Sunday, January 07, 2007

Passeio-relâmpago








Na cidade-fantasma, o nevoeiro infiltrou-se em todas as frinchas das casas e das árvores, adensou-se sobre o chão e escorregou pelas lajes de pedra. Estavam isolados havia quatro dias. Isolados não queria dizer impedidos de sair ou entrar na cidade. Simplesmente, significava que não tinham acesso à luz do dia, para já não dizer , ao brilho do sol. Só viam as casas, se estivessem a um palmo das paredes e chocavam com as pessoas enfiadas nos seus agasalhos escuros, em becos perpendiculares e paralelos ao Corgo, que não se vislumbrava, mas se pressentia correr ao fundo da ravina.

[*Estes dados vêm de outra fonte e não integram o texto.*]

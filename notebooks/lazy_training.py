# ---
# jupyter:
#   jupytext:
#     text_representation:
#       extension: .py
#       format_name: percent
#       format_version: '1.3'
#       jupytext_version: 1.19.6
#   kernelspec:
#     display_name: Python 3
#     language: python
#     name: python3
# ---

# %% [markdown]
# # Is my network training lazily?
#
# A network trains *lazily* when gradient descent barely moves its neural tangent kernel: the
# network then behaves like its linearization at initialization, and everything the initial
# kernel predicts (training curves, test error, which examples are learnt first) holds for the
# trained network too. This notebook trains two MLPs of different widths on the built-in pump
# condition readings and asks of each:
#
# 1. how far did the kernel move (kernel distance to initialization, at a few steps)?
# 2. does the lazy-training forecast from the initial kernel track the observed loss?

# %%
import os

import jax

jax.config.update("jax_enable_x64", True)  # float64 kernels: small eigenvalues keep their digits

SMALL = os.environ.get("NTKCALC_NOTEBOOK_SMALL") == "1"  # the test suite's quick sizes

# %%
import jax.numpy as jnp
import matplotlib.pyplot as plt
import numpy as np
import optax
from flax import nnx

import ntkcalc
from ntkcalc import alignment, forecast, kernel_distance
from ntkcalc import pump_readings

train, test = pump_readings(120 if SMALL else 400, 60 if SMALL else 200, seed=1)
x, y = train.x, train.one_hot
print(train)


# %% [markdown]
# Two nnx MLPs in the standard parameterization, one narrow and one wide. Each is trained by
# full-batch gradient descent on `L = (1/N) Σ ½‖f(x) − y‖²`, the loss convention of `forecast`,
# at half of its own stability limit `2N/λ_max` (read off the initial kernel), so that the two
# runs are equally aggressive relative to their curvature.

# %%
class MLP(nnx.Module):
    def __init__(self, width, *, rngs):
        self.l1 = nnx.Linear(x.shape[1], width, param_dtype=np.float64, rngs=rngs)
        self.l2 = nnx.Linear(width, width, param_dtype=np.float64, rngs=rngs)
        self.out = nnx.Linear(width, y.shape[1], param_dtype=np.float64, rngs=rngs)

    def __call__(self, h):
        return self.out(nnx.tanh(self.l2(nnx.tanh(self.l1(h)))))


def stable_lr(k_full):
    # 2N / λ_max of the (N·O, N·O) kernel: gradient descent diverges above it
    n, _, o, _ = k_full.shape
    return 2 * n / np.linalg.eigvalsh(k_full.transpose(0, 2, 1, 3).reshape(n * o, -1))[-1]


def train_and_watch(width, steps, watch):
    net = ntkcalc.Net.from_nnx(MLP(width, rngs=nnx.Rngs(0)))
    k0 = ntkcalc.ntk(net, x, outputs="full")
    lr = 0.5 * stable_lr(k0)
    opt = optax.sgd(lr)
    loss = jax.jit(lambda p: 0.5 * jnp.sum((net.apply(p, x) - y) ** 2) / len(x))
    step = jax.jit(lambda p, s: optax.apply_updates(
        p, opt.update(jax.grad(loss)(p), s, p)[0]))
    params, state = net.params, opt.init(net.params)
    losses, outputs, kernels = [], [], {}
    for t in range(steps + 1):
        losses.append(float(loss(params)))
        outputs.append(np.asarray(net.apply(params, x)))
        if t in watch:
            kernels[t] = ntkcalc.ntk(net.replace(params=params), x)
        params = step(params, state)  # plain SGD: the optimizer state never changes
    fc = forecast(k0, y, net(x), lr=lr, steps=steps)
    return {"lr": lr, "loss": np.array(losses), "outputs": np.stack(outputs), "forecast": fc,
            "kernels": kernels}


steps = 150 if SMALL else 800
watch = sorted({0, steps // 20, steps // 4, steps})
widths = (16, 256) if SMALL else (32, 1024)
runs = {w: train_and_watch(w, steps, watch) for w in widths}

# %% [markdown]
# ## 1. How far did the kernel move?
#
# `kernel_distance(K0, Kt) = 1 − ⟨K0, Kt⟩ / (‖K0‖ ‖Kt‖)` is 0 for kernels equal up to scale.
# The alignment of the kernel with the labels tells *how* it moved: a kernel that learns the
# task aligns with `YYᵀ`.

# %%
for w, run in runs.items():
    k0 = run["kernels"][0]
    print(f"width {w:5d}, lr {run['lr']:.3g}")
    for t, k in run["kernels"].items():
        print(f"   step {t:4d}: distance {kernel_distance(k0, k):.1e}, "
              f"alignment {alignment(k, y):.3f}")

# %% [markdown]
# ## 2. Does the forecast from the initial kernel track the run?
#
# `Forecast.departure` is the largest gap between the observed and the forecast training
# outputs, relative to the initial residual `‖f_0 − y‖`; `ntkcalc.laziness` turns it and the
# kernel distances into the one verdict the library uses everywhere (thresholds: 10% on the gap,
# 5% on the kernel's change).

# %%
fig, axes = plt.subplots(1, len(runs), figsize=(10, 3.5), sharey=True)
for ax, (w, run) in zip(axes, runs.items()):
    fc = run["forecast"]
    ax.semilogy(run["loss"], label="observed")
    ax.semilogy(fc.steps, fc.train_loss, "--", label="forecast from the initial kernel")
    ax.set_title(f"width {w}")
    ax.set_xlabel("step")
    ax.grid(alpha=0.3)
axes[0].set_ylabel("train loss (1/N) Σ ½‖f − y‖²")
axes[0].legend()
plt.show()

for w, run in runs.items():
    gap = run["forecast"].departure(run["outputs"], tolerance=np.inf)  # the gap, no warning
    k0 = run["kernels"][0]
    moved = [kernel_distance(k0, run["kernels"][t]) for t in watch]
    verdict = ntkcalc.laziness(distance=moved, steps=watch, forecast_gap=gap)
    print(f"width {w:5d}: {verdict.sentence}")

# %% [markdown]
# **Reading.** The wide network's kernel barely moves and the forecast sits on its loss curve:
# for it, the initial kernel answers questions about training. The narrow network's kernel
# moves further (and aligns with the labels), so its forecast drifts off: analyse the kernels
# of its checkpoints instead, or make it wider or the learning rate smaller.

Sufocados por esse sentimento impotente de escuridão, foi, com alívio, que saímos, quase em fuga, do nevoeiro e da chuva que caiu de novo pela manhã. Em busca do sol, de horizontes abertos em socalcos magníficos, obra sempre surpreendente da força e vontade de mulheres e homens fora do comum, entre os quais se contam muitos dos nossos antepassados, alguns imigrantes oriundos do então reino da Galiza, especializados na arte de surribar as vinhas. Em busca do Douro, das paisagens espelhadas nas suas águas, com as casinhas e quintas tremeluzentes da dança da corrente, um barco rabelo fundeado em simetria e uma cidade inteira mergulhada, de pernas para o ar.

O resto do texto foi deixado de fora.